** Opening Data to examine block **

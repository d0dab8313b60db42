// The fit's own coordinates. Newton's method is affine invariant in exact
// arithmetic, but its damping, step cap and Cholesky pivots are not, and a
// design column such as 1/kelvin (≈ 0.003) or a time in seconds (≈ 10^7)
// would otherwise put the parameters on scales 10^10 apart. So the fit works
// with centred, unit-spread design columns and the response scale
// y' = (y - centre)/spread, and maps estimates and covariance back exactly:
//   y = centre + spread·y',  x'_j = (x_j - m_j)/s_j  give
//   β_j = spread γ_j / s_j,  β_0 = centre + spread γ_0 - Σ_j β_j m_j,
//   ln σ = ln σ' + ln spread,
// a linear map θ = J θ' + o whose covariance is J C' Jᵀ.
import type { DesignMatrix } from '../../types.ts';

export interface StandardisedDesign {
  /** Estimable design columns in the fit's coordinates, column-major. */
  columns: Float64Array[];
  /** Index (into `columns`) of the intercept, or -1. */
  intercept: number;
  means: Float64Array;
  spreads: Float64Array;
}

/** Centred (with an intercept) and unit-spread copies of the estimable columns. */
export function standardiseDesign(design: DesignMatrix, estimable: readonly number[]): StandardisedDesign {
  const n = design.rows;
  const intercept = estimable.findIndex((j) => design.termOfColumn[j] === -1);
  const means = new Float64Array(estimable.length);
  const spreads = new Float64Array(estimable.length).fill(1);
  const columns = estimable.map((j, k) => {
    const x = new Float64Array(n);
    for (let i = 0; i < n; i++) x[i] = design.high[j][i] + design.low[j][i];
    if (k === intercept) return x;
    let mean = 0;
    if (intercept >= 0) {
      for (let i = 0; i < n; i++) mean += x[i];
      mean /= n;
    }
    let square = 0;
    for (let i = 0; i < n; i++) square += (x[i] - mean) * (x[i] - mean);
    const spread = Math.sqrt(square / n);
    means[k] = mean;
    spreads[k] = spread > 0 ? spread : 1;
    for (let i = 0; i < n; i++) x[i] = (x[i] - mean) / spreads[k];
    return x;
  });
  return { columns, intercept, means, spreads };
}

export interface ResponseScaling {
  centre: number;
  spread: number;
}

/**
 * J (row-major m×m) and o of θ = J θ' + o, for θ' = (γ, s') and θ = (β, s);
 * `extraFree` adds the last row and column for s = s' + ln spread.
 */
export function backTransform(design: StandardisedDesign, scaling: ResponseScaling, extraFree: boolean): { jacobian: Float64Array; offset: Float64Array; dimension: number } {
  const p = design.columns.length;
  const m = p + (extraFree ? 1 : 0);
  const jacobian = new Float64Array(m * m);
  const offset = new Float64Array(m);
  const { spread, centre } = scaling;
  for (let j = 0; j < p; j++) {
    if (j === design.intercept) continue;
    jacobian[j * m + j] = spread / design.spreads[j];
    if (design.intercept >= 0) jacobian[design.intercept * m + j] = -spread * design.means[j] / design.spreads[j];
  }
  if (design.intercept >= 0) {
    jacobian[design.intercept * m + design.intercept] = spread;
    offset[design.intercept] = centre;
  }
  if (extraFree) {
    jacobian[p * m + p] = 1;
    offset[p] = Math.log(spread);
  }
  return { jacobian, offset, dimension: m };
}

/** θ' = J⁻¹(θ - o) for the location part: the fit's coordinates of coefficients on the data's scale. */
export function toFitCoordinates(design: StandardisedDesign, scaling: ResponseScaling, beta: ArrayLike<number>): Float64Array {
  const p = design.columns.length;
  const gamma = new Float64Array(p);
  let interceptShift = 0;
  for (let j = 0; j < p; j++) {
    if (j === design.intercept) continue;
    gamma[j] = beta[j] * design.spreads[j] / scaling.spread;
    interceptShift += beta[j] * design.means[j];
  }
  if (design.intercept >= 0) gamma[design.intercept] = (beta[design.intercept] + interceptShift - scaling.centre) / scaling.spread;
  return gamma;
}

** Closing Data to examine block **

**What needs to be done**
From the records above, give again exactly the lines running from the line with "ln σ = ln σ'" to the line with "intercept: number;", inclusive.

**Exercise solution**
//   ln σ = ln σ' + ln spread,
// a linear map θ = J θ' + o whose covariance is J C' Jᵀ.
import type { DesignMatrix } from '../../types.ts';

export interface StandardisedDesign {
  /** Estimable design columns in the fit's coordinates, column-major. */
  columns: Float64Array[];
  /** Index (into `columns`) of the intercept, or -1. */
  intercept: number;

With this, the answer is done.